**TASK GOAL**
Can you quote, word for word, every line from the first line of the records below through the line containing "const spec::ArrivalSpec& spec", and nothing else?

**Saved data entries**
--
#include "safesite/pipeline/arrival_fit.hpp"

#include <algorithm>
#include <cmath>
#include <set>
#include <utility>

#include "safesite/arrival/trapping_model.hpp"
#include "safesite/error.hpp"
#include "safesite/stats/formula.hpp"

namespace safesite::pipeline {

namespace {

SourceLocation arrival_key(const spec::ModelSpec& model, const std::string& key) {
    return {model.file.string(), model.arrival.at.line, 0, "arrival." + key};
}

// Distinct values of a member over a range, sorted.
template <class Rows, class Get>
std::vector<std::string> distinct(const Rows& rows, Get get) {
    std::set<std::string> s;
    for (const auto& r : rows) s.insert(get(r));
    return {s.begin(), s.end()};
}

// Run a fit; a formula that does not fit the experiment's columns becomes a located model-file
// error on the formula key.
template <class Fit>
arrival::BinomialFit fit_formula(const spec::ModelSpec& model, const std::string& key, Fit fit) {
    try {
        return fit();
    } catch (const stats::FormulaError& e) {
        throw SpecError(arrival_key(model, key), e.reason());
    }
}

void require_seed_type(const spec::ModelSpec& model, const std::vector<std::string>& types,
                       const std::string& experiment, const std::string& file) {
    if (std::find(types.begin(), types.end(), model.arrival.seed_type) != types.end()) return;
    std::string list;
    for (const auto& t : types) list += (list.empty() ? "\"" : ", \"") + t + "\"";
    throw SpecError(arrival_key(model, "seed_type"),
                    "the focal seed type \"" + model.arrival.seed_type + "\" has no " +
                        experiment + " in " + file + "; the seed types there are " + list);
}

}  // namespace

ArrivalFit fit_arrival(const spec::ModelSpec& model, const arrival::TrappingData& trapping,
                       const arrival::RetentionData& retention,
                       const ArrivalCensusInputs& census) {
    const spec::ArrivalSpec& spec = model.arrival;
    if (spec.method != spec::ArrivalMethod::experiments)
        throw UsageError("fit_arrival: [arrival] method is not \"experiments\"");
    const std::vector<std::string>& sites = model.microsites.labels;
    const std::size_t bare = model.microsites.bare_index;
    std::vector<std::string> forms;
    for (std::size_t m = 0; m < sites.size(); ++m)
        if (m != bare) forms.push_back(sites[m]);

    ArrivalFit out;
    out.seed_type = spec.seed_type;
    out.cover_from_census = spec.cover_from_census;

    // Trapping: the model, then τ per form × seed type over the neighbours' sizes.
    out.trials = trapping.trials.size();
    if (out.trials == 0) throw DataError({trapping.file, 0, 0, ""}, "no trapping trials");
    std::map<std::string, std::vector<double>> trial_sizes;  // one size per trial neighbour
    {
        std::set<std::string> seen;
        for (const auto& t : trapping.trials)
            if (seen.insert(t.neighbour).second) trial_sizes[t.form].push_back(t.neighbour_size);
        out.neighbours = seen.size();
    }
    for (const auto& f : forms)
        if (trial_sizes[f].empty())
            throw DataError({trapping.file, 0, 0, "form"},
                            "no trapping trials with a neighbour of form \"" + f +
                                "\"; every neighbour microsite needs trials to estimate its "
                                "trapping probability");
    const std::vector<std::string> trap_types =
        distinct(trapping.trials, [](const arrival::TrappingTrial& t) { return t.seed_type; });
    require_seed_type(model, trap_types, "trapping trials", trapping.file);
    out.trapping = fit_formula(model, "trapping_formula", [&] {
        return arrival::fit_trapping(arrival::trapping_table(trapping.trials, forms),
                                     spec.trapping_formula, spec.trapping_groups);
    });
    std::map<std::string, std::vector<double>> sizes;
    std::map<std::string, NeighbourSizeSource> source;
    for (const auto& f : forms) {
        const auto it = census.neighbour_sizes.find(f);
        const bool from_census = it != census.neighbour_sizes.end() && !it->second.empty();
        sizes[f] = from_census ? it->second : trial_sizes[f];
        source[f] = from_census ? NeighbourSizeSource::census : NeighbourSizeSource::trials;
    }
    std::map<std::string, double> tau_focal;
    for (const auto& type : trap_types) {
        std::map<std::string, double> by_form;
        try {
            by_form = arrival::trapping_by_form(out.trapping, type, sizes);
        } catch (const stats::FormulaError& e) {
            throw SpecError(arrival_key(model, "trapping_formula"),
                            e.reason() + " (τ is predicted from neighbour_size, form and "
                                         "seed_type only)");
        }
        for (const auto& f : forms)
            out.trapping_by_form.push_back(
                {f, type, by_form.at(f), sizes[f].size(), source[f]});
        if (type == spec.seed_type) tau_focal = by_form;
    }

    // Retention: intervals, the grouped-time hazard model, h per microsite × seed type.
    out.seeds = distinct(retention.checks, [](const arrival::RetentionCheck& c) {
                    return c.seed;
                }).size();
    const std::vector<arrival::RetentionInterval> intervals =
        arrival::retention_intervals(retention.checks);
    out.intervals = intervals.size();
    if (out.intervals == 0)
        throw DataError({retention.file, 0, 0, ""},
                        "no retention intervals (every seed needs a check after day 0)");
    for (const auto& c : retention.checks) out.last_check_day = std::max(out.last_check_day, c.day);
    for (const auto& m : sites) {
        const bool any = std::any_of(intervals.begin(), intervals.end(),
                                     [&](const arrival::RetentionInterval& i) {
                                         return i.microsite == m;
                                     });
        if (!any)
            throw DataError({retention.file, 0, 0, "microsite"},
                            "no retention checks in microsite \"" + m +
                                "\"; every microsite needs seeds to estimate its departure "
                                "hazard");
    }
    const std::vector<std::string> ret_types =
        distinct(retention.checks, [](const arrival::RetentionCheck& c) { return c.seed_type; });
    require_seed_type(model, ret_types, "retention checks", retention.file);
    out.retention = fit_formula(model, "retention_formula", [&] {
        return arrival::fit_retention(arrival::interval_table(intervals, sites),
                                      spec.retention_formula, spec.retention_groups);
    });
    try {
        out.hazards = arrival::hazard_table(out.retention, sites, ret_types);
    } catch (const stats::FormulaError& e) {
        throw SpecError(arrival_key(model, "retention_formula"),
                        e.reason() + " (hazards are predicted from microsite, seed_type and "
                                     "interval_days only)");
    }
    std::map<std::string, double> hazard_focal;
    for (const auto& h : out.hazards)
        if (h.seed_type == spec.seed_type) hazard_focal[h.microsite] = h.hazard_per_day;

    // Cover, then the chain.
    std::map<std::string, double> cover;
    if (spec.cover_from_census) {
        if (!census.cover)
            throw SpecError(arrival_key(model, "cover"),
                            "cover = \"census\" needs the census ([data] census)");
        for (std::size_t m = 0; m < sites.size(); ++m)
            if (m != bare) cover[sites[m]] = (*census.cover)[static_cast<Eigen::Index>(m)];
    } else {
        cover = spec.cover;
    }
    out.chain = arrival::make_chain_parameters(sites, sites[bare], cover, tau_focal, hazard_focal,
                                               spec.relanding, spec.exposure_days);
    out.result = arrival::arrival_fractions(out.chain);

    auto note = [&](const std::string& what, const arrival::BinomialFit& fit) {
        if (!fit.converged) out.warnings.push_back(what + " model: the fit did not converge");
        for (const auto& w : fit.warnings) out.warnings.push_back(what + " model: " + w);
    };
    note("trapping", out.trapping);
    note("retention", out.retention);
    return out;
}

ExperimentData read_experiments(const spec::ModelSpec& model) {
    if (!model.data.trapping || !model.data.retention)
        throw SpecError({model.file.string(), model.arrival.at.line, 0, "data.trapping"},
                        "arrival.method = \"experiments\" needs data.trapping and "
                        "data.retention");
    std::vector<std::string> forms;
    for (std::size_t m = 0; m < model.microsites.labels.size(); ++m)
        if (m != model.microsites.bare_index) forms.push_back(model.microsites.labels[m]);
    return {arrival::read_trapping(*model.data.trapping, forms, model.data.trapping_columns),
            arrival::read_retention(*model.data.retention, model.microsites.labels,
                                    model.data.retention_columns)};
}

ArrivalFit fit_arrival(const spec::ModelSpec& model, const ArrivalCensusInputs& census) {
    const ExperimentData data = read_experiments(model);
    return fit_arrival(model, data.trapping, data.retention, census);
}

std::vector<report::TidyTable> arrival_fit_tables(const ArrivalFit& fit) {
    using report::number;
    using report::text;
    auto focal = [&](const std::string& type) {
        return report::integer(type == fit.seed_type ? 1 : 0);
    };
    report::TidyTable trapping{
        "trapping", {"form", "seed_type", "trapping", "neighbour_sizes", "size_source", "focal"},
        {}};
    for (const auto& t : fit.trapping_by_form)
        trapping.rows.push_back(
            {text(t.form), text(t.seed_type), number(t.trapping),
             report::integer(static_cast<std::int64_t>(t.sizes)),
             text(t.source == NeighbourSizeSource::census ? "census" : "trials"),
             focal(t.seed_type)});

    report::TidyTable hazards{"hazards",
                              {"microsite", "seed_type", "hazard_per_day", "lower", "upper",
                               "mean_residence_days", "focal"},
                              {}};
    report::TidyTable curve{"retention_curve", {"microsite", "seed_type", "day", "retained"}, {}};
    const int last_day =
        static_cast<int>(std::ceil(std::max(fit.last_check_day, fit.chain.exposure_days)));
    Eigen::VectorXd days(last_day + 1);
    for (int d = 0; d <= last_day; ++d) days[d] = d;
    for (const auto& h : fit.hazards) {
        hazards.rows.push_back({text(h.microsite), text(h.seed_type), number(h.hazard_per_day),
                                number(h.lower), number(h.upper),
                                h.hazard_per_day > 0.0 ? number(1.0 / h.hazard_per_day)
                                                       : report::missing(),
                                focal(h.seed_type)});
        const Eigen::VectorXd r = arrival::retention_curve(h.hazard_per_day, days);
        for (int d = 0; d <= last_day; ++d)
            curve.rows.push_back({text(h.microsite), text(h.seed_type), report::integer(d),
                                  number(r[d])});
    }

    report::TidyTable chain{"arrival_chain",
                            {"microsite", "cover", "trapping", "hazard_per_day", "landing",
                             "fraction"},
                            {}};
    const auto& c = fit.chain;
    for (std::size_t m = 0; m < c.microsites.size(); ++m) {
        const auto i = static_cast<Eigen::Index>(m);
        const bool is_bare = m == c.bare;
        double bare_ground = 1.0;
        for (Eigen::Index f = 0; f < c.cover.size(); ++f)
            if (f != static_cast<Eigen::Index>(c.bare)) bare_ground -= c.cover[f];
        chain.rows.push_back({text(c.microsites[m]),
                              number(is_bare ? bare_ground : c.cover[i]),
                              is_bare ? report::missing() : number(c.trapping[i]),
                              number(c.hazard_per_day[i]), number(fit.result.landing[i]),
                              number(fit.result.fractions[i])});
    }
    chain.rows.push_back({text("lost"), report::missing(), report::missing(), report::missing(),
                          number(0.0), number(fit.result.lost)});
    return {trapping, hazards, curve, chain};
}

}  // namespace safesite::pipeline
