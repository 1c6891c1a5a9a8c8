#include "safesite/pipeline/tables.hpp"

#include <cmath>
#include <string>

namespace safesite::pipeline {

namespace {

using report::Cell;
using report::TidyTable;

// A double cell, or an empty cell when the value was not computed (NaN).
Cell num(double x) { return std::isnan(x) ? report::missing() : report::number(x); }
Cell txt(const std::string& s) { return report::text(s); }

std::string stage_name(const KernelLayout& layout, std::size_t k) {
    return layout.juvenile == JuvenileMode::seedling_class && k >= layout.microsites.size()
               ? "first-year"
               : "established";
}

std::string class_label(const KernelLayout& layout, std::size_t k) {
    const std::string& site = layout.microsites[k % layout.microsites.size()];
    return stage_name(layout, k) == "first-year" ? site + " (first-year)" : site;
}

TidyTable lambda_table(const AnalysisResult& r) {
    TidyTable t{"lambda", {"kernel", "lambda", "r0", "generation_time", "mesh_points"}, {}};
    for (const auto& k : r.kernels)
        t.rows.push_back({txt(k.label), num(k.lambda), num(k.r0), num(k.generation_time),
                          report::integer(static_cast<std::int64_t>(k.points))});
    return t;
}

TidyTable perturbation_table(const AnalysisResult& r) {
    TidyTable t{"perturbation",
                {"kernel", "change", "survival_factor", "lambda", "delta_lambda"},
                {}};
    for (const auto& k : r.kernels)
        for (const auto& p : k.perturbation)
            t.rows.push_back({txt(k.label), num(p.change), num(1.0 + p.change), num(p.lambda),
                              num(p.lambda - k.lambda)});
    return t;
}

// Stable structure or reproductive value, one row per kernel × class × mesh node.
TidyTable structure_table(const AnalysisResult& r, bool reproductive) {
    TidyTable t;
    if (reproductive) {
        t = {"reproductive_value", {"kernel", "microsite", "stage", "size", "value"}, {}};
    } else {
        t = {"stable_structure",
             {"kernel", "microsite", "stage", "size", "density", "proportion"},
             {}};
    }
    const std::size_t n_sites = r.layout.microsites.size();
    for (const auto& k : r.kernels) {
        const auto n = k.nodes.size();
        const auto classes = n > 0 ? static_cast<std::size_t>(k.w.size() / n) : 0;
        for (std::size_t c = 0; c < classes; ++c) {
            for (Eigen::Index i = 0; i < n; ++i) {
                const Eigen::Index at = static_cast<Eigen::Index>(c) * n + i;
                std::vector<Cell> row{txt(k.label), txt(r.layout.microsites[c % n_sites]),
                                      txt(stage_name(r.layout, c)), num(k.nodes[i])};
                if (reproductive) {
                    row.push_back(num(k.v[at]));
                } else {
                    row.push_back(num(k.w[at]));
                    row.push_back(num(k.w[at] * k.weights[i]));
                }
                t.rows.push_back(std::move(row));
            }
        }
    }
    return t;
}

// Life-cycle measures of a recruit of each microsite, every kernel (docs/formats.md).
TidyTable life_at_birth_table(const AnalysisResult& r) {
    TidyTable t{"life_history_at_birth",
                {"kernel", "microsite", "life_expectancy", "flowering_probability",
                 "first_flowering_age", "seeds_mean", "seeds_variance"},
                {}};
    for (const auto& k : r.kernels) {
        if (!k.life_cycle) continue;
        for (const auto& b : k.life_cycle->at_birth)
            t.rows.push_back({txt(k.label), txt(b.microsite), num(b.life_expectancy),
                              num(b.flowering_probability), num(b.first_flowering_age),
                              num(b.seeds_mean), num(b.seeds_variance)});
    }
    return t;
}

// Life-cycle measures per microsite, stage and mesh node of the pooled kernel.
TidyTable life_by_size_table(const AnalysisResult& r) {
    TidyTable t{"life_history_by_size",
                {"kernel", "microsite", "stage", "size", "life_expectancy",
                 "flowering_probability", "first_flowering_age", "seeds_mean",
                 "seeds_variance"},
                {}};
    const KernelResult& k = r.pooled();
    if (!k.life_cycle) return t;
    const LifeCycleResult& c = *k.life_cycle;
    const Eigen::Index n = k.nodes.size();
    const std::size_t classes = n > 0 ? static_cast<std::size_t>(c.life_expectancy.size() / n) : 0;
    for (std::size_t cl = 0; cl < classes; ++cl)
        for (Eigen::Index i = 0; i < n; ++i) {
            const Eigen::Index at = static_cast<Eigen::Index>(cl) * n + i;
            t.rows.push_back({txt(k.label),
                              txt(r.layout.microsites[cl % r.layout.microsites.size()]),
                              txt(stage_name(r.layout, cl)), num(k.nodes[i]),
                              num(c.life_expectancy[at]), num(c.flowering_probability[at]),
                              num(c.first_flowering_age[at]), num(c.seeds_mean[at]),
                              num(c.seeds_variance[at])});
        }
    return t;
}

TidyTable arrival_table(const AnalysisResult& r) {
    TidyTable t{"arrival", {"scenario", "microsite", "fraction", "source"}, {}};
    const std::string source =
        r.arrival_source == ArrivalSource::given ? "given" : "experiments";
    const KernelResult& pooled = r.pooled();
    for (std::size_t m = 0; m < r.layout.microsites.size(); ++m)
        t.rows.push_back({txt("baseline"), txt(r.layout.microsites[m]),
                          num(pooled.arrival[static_cast<Eigen::Index>(m)]), txt(source)});
    for (const auto& s : r.scenarios)
        for (std::size_t m = 0; m < r.layout.microsites.size(); ++m)
            t.rows.push_back({txt(s.name), txt(r.layout.microsites[m]),
                              num(s.arrival[static_cast<Eigen::Index>(m)]), txt("scenario")});
    return t;
}

TidyTable scenario_table(const AnalysisResult& r) {
    TidyTable t{"scenarios", {"scenario", "kernel", "lambda", "delta_lambda", "lost"}, {}};
    for (const auto& s : r.scenarios) {
        t.rows.push_back(
            {txt(s.name), txt("pooled"), num(s.lambda_pooled), num(s.delta_pooled), num(s.lost)});
        for (std::size_t y = 0; y < s.lambda_years.size(); ++y)
            t.rows.push_back({txt(s.name), txt(r.kernels[y].label), num(s.lambda_years[y]),
                              num(s.delta_years[y]), num(s.lost)});
    }
    return t;
}

TidyTable sensitivity_table(const AnalysisResult& r) {
    TidyTable t{"sensitivities",
                {"kernel", "parameter", "target", "value", "sensitivity", "elasticity"},
                {}};
    for (const auto& s : r.sensitivities)
        t.rows.push_back({txt("pooled"), txt(s.parameter), txt(s.target), num(s.value),
                          num(s.sensitivity), num(s.elasticity)});
    // Juvenile survival for every census year (the pooled row is among the above).
    for (std::size_t y = 0; y + 1 < r.kernels.size(); ++y) {
        const auto& k = r.kernels[y];
        if (std::isnan(k.juvenile_sensitivity)) continue;
        t.rows.push_back({txt(k.label), txt("juvenile_survival"), txt(""), report::missing(),
                          num(k.juvenile_sensitivity), num(k.juvenile_elasticity)});
    }
    return t;
}

TidyTable break_even_table(const AnalysisResult& r) {
    TidyTable t{"break_even",
                {"form", "arrival_moved", "establishment_bare", "lambda_baseline",
                 "break_even_establishment", "status", "lambda_at_0", "lambda_at_1"},
                {}};
    for (const auto& b : r.break_even)
        t.rows.push_back({txt(b.form), num(b.arrival_form), num(b.establishment_bare),
                          num(b.lambda_baseline), num(b.solution.value),
                          txt(b.solution.status_name()), num(b.solution.lambda_lo),
                          num(b.solution.lambda_hi)});
    return t;
}

TidyTable diagnostics_table(const AnalysisResult& r) {
    TidyTable t{"diagnostics", {"kernel", "diagnostic", "target", "value", "message"}, {}};
    for (const auto& k : r.kernels) {
        if (!std::isnan(k.lambda_refined)) {
            t.rows.push_back({txt(k.label), txt("lambda_mesh_n"), txt(""), num(k.lambda),
                              txt(std::to_string(k.points) + " points")});
            t.rows.push_back({txt(k.label), txt("lambda_mesh_2n"), txt(""), num(k.lambda_refined),
                              txt(std::to_string(2 * k.points) + " points")});
            t.rows.push_back({txt(k.label), txt("mesh_relative_change"), txt(""),
                              num(std::abs(k.lambda_refined - k.lambda) / k.lambda), txt("")});
        }
        for (std::size_t c = 0; c < k.max_evicted_growth.size(); ++c)
            t.rows.push_back({txt(k.label), txt("max_evicted_growth"),
                              txt(class_label(r.layout, c)), num(k.max_evicted_growth[c]),
                              txt("largest growth mass off the mesh over parent sizes")});
        for (std::size_t m = 0; m < k.evicted_recruits.size(); ++m)
            t.rows.push_back({txt(k.label), txt("evicted_recruits"), txt(r.layout.microsites[m]),
                              num(k.evicted_recruits[m]), txt("recruit-size mass off the mesh")});
    }
    for (const auto& w : r.warnings)
        t.rows.push_back({txt(""), txt("warning"), txt(""), report::missing(), txt(w)});
    return t;
}

TidyTable assumptions_table(const AnalysisResult& r) {
    TidyTable t{"assumptions", {"number", "assumption"}, {}};
    for (std::size_t i = 0; i < r.assumptions.size(); ++i)
        t.rows.push_back({report::integer(static_cast<std::int64_t>(i + 1)), txt(r.assumptions[i])});
    return t;
}

// The largest share of growth (per class) and recruit-size (per microsite, under its entry
// class) mass off the mesh, per kernel (docs/formats.md, `eviction`).
TidyTable eviction_table(const AnalysisResult& r) {
    TidyTable t{"eviction", {"kernel", "class", "part", "size", "share", "side"}, {}};
    for (const auto& k : r.kernels)
        for (const auto& e : k.eviction)
            t.rows.push_back({txt(k.label), txt(class_label(r.layout, e.class_index)),
                              txt(e.part), num(e.size), num(e.share),
                              txt(e.above ? "above" : "below")});
    return t;
}

// λ with n and 2n mesh points (docs/formats.md, `mesh_check`).
TidyTable mesh_check_table(const AnalysisResult& r) {
    TidyTable t{"mesh_check",
                {"kernel", "points", "lambda", "points_refined", "lambda_refined",
                 "relative_difference"},
                {}};
    for (const auto& k : r.kernels) {
        if (std::isnan(k.lambda_refined)) continue;
        t.rows.push_back({txt(k.label), report::integer(static_cast<std::int64_t>(k.points)),
                          num(k.lambda), report::integer(static_cast<std::int64_t>(2 * k.points)),
                          num(k.lambda_refined),
                          num(std::abs(k.lambda_refined - k.lambda) / k.lambda)});
    }
    return t;
}

// Every class of every reducible kernel with its component (docs/formats.md, `reducibility`).
TidyTable reducibility_table(const AnalysisResult& r) {
    TidyTable t{"reducibility",
                {"kernel", "setting", "class", "component", "role", "lambda_component",
                 "lambda_renewing", "lambda_kernel"},
                {}};
    for (const auto& k : r.reducible)
        for (const auto& c : k.classes)
            t.rows.push_back({txt(k.kernel), txt(k.setting), txt(c.class_name),
                              report::integer(static_cast<std::int64_t>(c.component)),
                              txt(c.role), num(c.lambda_component), num(k.lambda_renewing),
                              num(k.lambda_kernel)});
    return t;
}

}  // namespace

TidyTable decomposition_table(const AnalysisResult& r) {
    TidyTable t{"year_decomposition", {"kernel", "component", "contribution", "delta_lambda"}, {}};
    for (const auto& c : r.year_contributions)
        t.rows.push_back({txt(c.year), txt(c.component), num(c.contribution), num(c.delta_lambda)});
    return t;
}

TidyTable stochastic_table(const AnalysisResult& r) {
    TidyTable t{"stochastic_lambda",
                {"environment", "kernels", "years", "log_lambda", "lambda", "std_error", "seed"},
                {}};
    if (r.stochastic)
        t.rows.push_back({txt("census years, equally likely, independent"),
                          report::integer(static_cast<std::int64_t>(r.stochastic->kernels)),
                          report::integer(static_cast<std::int64_t>(r.stochastic->years)),
                          num(r.stochastic->log_lambda), num(r.stochastic->lambda),
                          num(r.stochastic->std_error),
                          report::integer(static_cast<std::int64_t>(r.stochastic->seed))});
    return t;
}

std::vector<report::TidyTable> analysis_tables(const AnalysisResult& result) {
    return {lambda_table(result),       stochastic_table(result), decomposition_table(result),
            perturbation_table(result),
            structure_table(result, false), structure_table(result, true),
            life_at_birth_table(result), life_by_size_table(result),
            arrival_table(result),      scenario_table(result),
            sensitivity_table(result),  break_even_table(result),
            diagnostics_table(result),  assumptions_table(result),
            eviction_table(result),     mesh_check_table(result),
            reducibility_table(result)};
}

report::TidyTable establishment_table(const EstablishmentEstimate& estimate) {
    TidyTable t{"establishment",
                {"year", "microsite", "seeds", "arrival", "recruits", "establishment", "source"},
                {}};
    for (const auto& row : estimate.rows)
        t.rows.push_back({txt(row.year), txt(row.microsite), num(row.seeds), num(row.arrival),
                          num(row.recruits), num(row.establishment), txt("census")});
    return t;
}

}  // namespace safesite::pipeline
--
**SOLUTION FOR THIS TASK**
#include "safesite/pipeline/arrival_fit.hpp"

#include <algorithm>
#include <cmath>
#include <set>
#include <utility>

#include "safesite/arrival/trapping_model.hpp"
#include "safesite/error.hpp"
#include "safesite/stats/formula.hpp"

namespace safesite::pipeline {

namespace {

SourceLocation arrival_key(const spec::ModelSpec& model, const std::string& key) {
    return {model.file.string(), model.arrival.at.line, 0, "arrival." + key};
}

// Distinct values of a member over a range, sorted.
template <class Rows, class Get>
std::vector<std::string> distinct(const Rows& rows, Get get) {
    std::set<std::string> s;
    for (const auto& r : rows) s.insert(get(r));
    return {s.begin(), s.end()};
}

// Run a fit; a formula that does not fit the experiment's columns becomes a located model-file
// error on the formula key.
template <class Fit>
arrival::BinomialFit fit_formula(const spec::ModelSpec& model, const std::string& key, Fit fit) {
    try {
        return fit();
    } catch (const stats::FormulaError& e) {
        throw SpecError(arrival_key(model, key), e.reason());
    }
}

void require_seed_type(const spec::ModelSpec& model, const std::vector<std::string>& types,
                       const std::string& experiment, const std::string& file) {
    if (std::find(types.begin(), types.end(), model.arrival.seed_type) != types.end()) return;
    std::string list;
    for (const auto& t : types) list += (list.empty() ? "\"" : ", \"") + t + "\"";
    throw SpecError(arrival_key(model, "seed_type"),
                    "the focal seed type \"" + model.arrival.seed_type + "\" has no " +
                        experiment + " in " + file + "; the seed types there are " + list);
}

}  // namespace

ArrivalFit fit_arrival(const spec::ModelSpec& model, const arrival::TrappingData& trapping,
                       const arrival::RetentionData& retention,
                       const ArrivalCensusInputs& census) {
    const spec::ArrivalSpec& spec = model.arrival;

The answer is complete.